[Start of section]

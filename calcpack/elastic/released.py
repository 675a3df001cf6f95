"""The released beam: its states under loads and redundants, flexibilities and deflections.

Source: principle of virtual forces, f_ij = sum of the integrals of m_i m_j / EI over the beam
+ sum of r_i r_j / k over springs. All of it is taken times a reference stiffness EI_0, that of
the first stretch, so that only ratios of stiffness enter where nothing yields; EI_0 = 1 where the
stiffness is uniform and unknown.
"""

from __future__ import annotations

import itertools
import math
from collections.abc import Callable, Iterable, Mapping, Sequence
from dataclasses import dataclass
from fractions import Fraction
from functools import cached_property

from calcpack.exact.piecewise import Piecewise, Side
from calcpack.model.beam import Beam
from calcpack.model.request import Effect
from calcpack.statics.influence import effect_line, unknown_lines, value_of
from calcpack.statics.plan import PlanStep
from calcpack.statics.system import System, place_name

Numbers = Mapping[Effect, Fraction]


@dataclass(frozen=True)
class Segment:
    """A stretch without support, release or step of stiffness; ``ratio`` is EI_0 / EI there."""

    start: Fraction
    end: Fraction
    ratio: Fraction

    @property
    def length(self) -> Fraction:
        return self.end - self.start

    @property
    def ends(self) -> tuple[tuple[Fraction, Side], tuple[Fraction, Side]]:
        """Just right of its start, and just left of its end."""
        return (self.start, "right"), (self.end, "left")


@dataclass(frozen=True)
class State:
    """A state of the released beam.

    Attributes:
        moments: per segment the moment just right of its start and just left of its end, sagging
            +; straight between.
        springs: the force (up +) or couple (anticlockwise on the beam +) of each yielding support.
    """

    moments: tuple[tuple[Fraction, Fraction], ...]
    springs: Numbers

    @cached_property
    def whole(self) -> tuple[tuple[tuple[int, int], ...], int]:
        """The moments as whole numbers of one part, and how many of those make one."""
        part = math.lcm(*(value.denominator for pair in self.moments for value in pair))
        return tuple((int(a * part), int(b * part)) for a, b in self.moments), part


@dataclass(frozen=True)
class Released:
    """The beam with its redundants released, and what its states are found from.

    Attributes:
        reference: EI_0.
        lines: influence lines of the unknowns while the redundants are absent.
        moment_lines: per segment those of the moment at its two ends.
        yielding: stiffness of each spring, by the force or couple it exerts.
    """

    beam: Beam
    system: System
    plan: tuple[PlanStep, ...]
    reference: Fraction
    segments: tuple[Segment, ...]
    lines: Mapping[Effect, Piecewise]
    moment_lines: tuple[tuple[Piecewise, Piecewise], ...]
    yielding: Numbers

    def under_load(self, at: Fraction, side: Side) -> State:
        """Under the unit load just left or just right of ``at``."""
        return self._under(lambda line: line.value(at, side))

    def under_couple(self, at: Fraction, side: Side) -> State:
        """Under a unit couple, clockwise, on that side of ``at``: two loads close together.

        A segment's end moment at ``at`` is that beyond the couple, as the segment itself has it;
        the moment rises by the couple from its left to its right.
        """
        found = self._under(lambda line: line.slope(at, side))
        moments = tuple(
            (
                first + (segment.start == at and side == "right"),
                last - (segment.end == at and side == "left"),
            )
            for segment, (first, last) in zip(self.segments, found.moments, strict=True)
        )
        return State(moments, found.springs)

    def _under(self, read: Callable[[Piecewise], Fraction]) -> State:
        moments = tuple((read(first), read(last)) for first, last in self.moment_lines)
        return State(moments, {one: read(self.lines[one]) for one in self.yielding})

    def under_redundant(self, redundant: Effect) -> State:
        """Under the redundant alone, with the value 1."""
        given = {one: Fraction(one == redundant) for one in self.system.redundants}
        return self.state(self.respond(given))

    def respond(self, given: Numbers) -> dict[Effect, Fraction]:
        """Every unknown from the plan's equations without load, the redundants given."""
        found = dict(given)
        for step in self.plan:
            found[step.unknown] = step.equation.number_for(step.unknown, found)
        return found

    def state(self, found: Numbers) -> State:
        """The state that goes with the unknowns found, no load on the beam."""
        moments = tuple(
            (
                value_of(self.beam, self.system, found, moment_at(self.beam, one.start, "right")),
                value_of(self.beam, self.system, found, moment_at(self.beam, one.end, "left")),
            )
            for one in self.segments
        )
        return State(moments, {one: found[one] for one in self.yielding})

    def flexibility(self, one: State, other: State) -> Fraction:
        """EI_0 times the work of one state's forces on the other's deformations.

        Source: the integral of two straight lines a..b and c..d over a length l is
        l (2 a c + a d + b c + 2 b d) / 6.
        """
        sixths, part = self._sixths
        (first, first_part), (second, second_part) = one.whole, other.whole
        whole = sum(
            sixth * (2 * a * c + a * d + b * c + 2 * b * d)
            for sixth, (a, b), (c, d) in zip(sixths, first, second, strict=True)
            if (a or b) and (c or d)
        )
        total = Fraction(whole, part * first_part * second_part)
        for spring, stiffness in self.yielding.items():
            total += self.reference * one.springs[spring] * other.springs[spring] / stiffness
        return total

    @cached_property
    def _sixths(self) -> tuple[tuple[int, ...], int]:
        """Per segment l EI_0 / (6 EI) as whole numbers of one part, and how many make one."""
        sixths = [segment.length * segment.ratio / 6 for segment in self.segments]
        part = math.lcm(*(one.denominator for one in sixths))
        return tuple(int(one * part) for one in sixths), part

    def ends(self, state: State) -> tuple[tuple[Fraction, Fraction], ...]:
        """EI_0 times the deflection (downward +) at both ends of every segment, by unit loads."""
        return tuple(
            (self.flexibility(state, first), self.flexibility(state, last))
            for first, last in self._loaded_ends
        )

    @cached_property
    def _loaded_ends(self) -> tuple[tuple[State, State], ...]:
        """The states under the unit load at both ends of every segment."""
        loaded = ([self.under_load(*end) for end in one.ends] for one in self.segments)
        return tuple((first, last) for first, last in loaded)

    def curve(self, state: State) -> Piecewise:
        """EI_0 times the deflection (downward +) along the beam, a cubic for each segment.

        Between the segment's ends it is the chord and the bending of a simple beam under its end
        moments a and b: t (l - t) (a (2 l - t) + b (l + t)) / (6 EI l). At a slide it may jump.
        """
        pieces = []
        for segment, (a, b), (low, high) in zip(
            self.segments, state.moments, self.ends(state), strict=True
        ):
            length, bending = segment.length, segment.ratio / 6
            slope = (high - low) / length + bending * length * (2 * a + b)
            cubic = (low, slope, -3 * bending * a, bending * (a - b) / length)
            pieces.append((segment.start, segment.end, cubic))
        return Piecewise.from_pieces(pieces)


def release(
    beam: Beam, system: System, plan: Sequence[PlanStep], extra: Iterable[Fraction] = ()
) -> Released:
    """Prepare the released beam.

    Args:
        beam: the whole beam.
        system: cut at releases and redundants.
        plan: of the released beam.
        extra: stations where a unit load or couple will act, at which moments may break.
    """
    stops = {Fraction(0), beam.length, *extra, *(one.start for one in beam.stiffness)}
    stops.update(one.at for one in beam.stations if one.support or one.release)
    reference = beam.stiffness[0].EI if beam.stiffness else Fraction(1)
    segments = tuple(
        Segment(start, end, reference / beam.stiffness_after(start))
        for start, end in itertools.pairwise(sorted(stops))
    )
    nothing = Piecewise.from_pieces([(0, beam.length, (0,))])
    lines = unknown_lines(beam, plan, dict.fromkeys(system.redundants, nothing))

    def moment_line(at: Fraction, side: Side) -> Piecewise:
        return effect_line(beam, system, lines, moment_at(beam, at, side))[0]

    moment_lines = tuple(
        (moment_line(one.start, "right"), moment_line(one.end, "left")) for one in segments
    )
    yielding = springs(beam)
    return Released(beam, system, tuple(plan), reference, segments, lines, moment_lines, yielding)


def springs(beam: Beam) -> dict[Effect, Fraction]:
    """The stiffness of each yielding support, by the force or couple that it exerts."""
    found = {}
    for support in beam.supports:
        if support.vertical:
            found[Effect("reaction", support.name, support.at)] = support.vertical
        if support.rotational:
            found[Effect("moment reaction", support.name, support.at)] = support.rotational
    return found


def moment_at(beam: Beam, at: Fraction, face: Side) -> Effect:
    """The moment just beside a station."""
    return Effect("moment", place_name(beam, at), at, face)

[End of section]

Brief:
Pick out the lines above that hold the string "both" and show them.

Solution to this task:
        """EI_0 times the deflection (downward +) at both ends of every segment, by unit loads."""
        """The states under the unit load at both ends of every segment."""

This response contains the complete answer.